** Your assignment **
Find every line containing the word "parsed" in the records below; report only how many there are.

(Records supplied begins)

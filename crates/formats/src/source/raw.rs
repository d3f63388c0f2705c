//! Records that have been cut out of a source and not parsed yet.

use crate::raw::RawText;
#[cfg(feature = "table")]
use crate::table::RawRow;

/// A record as text: where it starts and ends is known, and nothing else. See
/// [`Records::cut`](super::Records::cut). The default is storage for
/// [`Records::cut_into`](super::Records::cut_into).
#[derive(Debug, Default)]
pub struct RawRecord {
    pub(super) index: u64,
    pub(super) cut: Cut,
}

/// The text, by the way in which it is parsed.
#[derive(Debug)]
pub(super) enum Cut {
    Smiles(RawText),
    Molfile(RawText),
    #[cfg(feature = "table")]
    Row(RawRow),
}

impl Default for Cut {
    fn default() -> Self {
        Self::Smiles(RawText::default())
    }
}

impl Cut {
    /// The text, as storage to be reused.
    pub(super) fn into_text(self) -> RawText {
        match self {
            Self::Smiles(raw) | Self::Molfile(raw) => raw,
            #[cfg(feature = "table")]
            Self::Row(row) => row.raw,
        }
    }

    /// The row, as storage to be reused.
    #[cfg(feature = "table")]
    pub(super) fn into_row(self) -> RawRow {
        match self {
            Self::Row(row) => row,
            Self::Smiles(raw) | Self::Molfile(raw) => RawRow::in_place_of(raw),
        }
    }
}

impl RawRecord {
    /// The place of the record in its source, from 1. Records that fail count.
    pub fn index(&self) -> u64 {
        self.index
    }

    /// Bytes of text.
    pub fn bytes(&self) -> usize {
        match &self.cut {
            Cut::Smiles(raw) | Cut::Molfile(raw) => raw.text.len(),
            #[cfg(feature = "table")]
            Cut::Row(raw) => raw.len(),
        }
    }
}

(Records supplied ends)

** Written answer **
2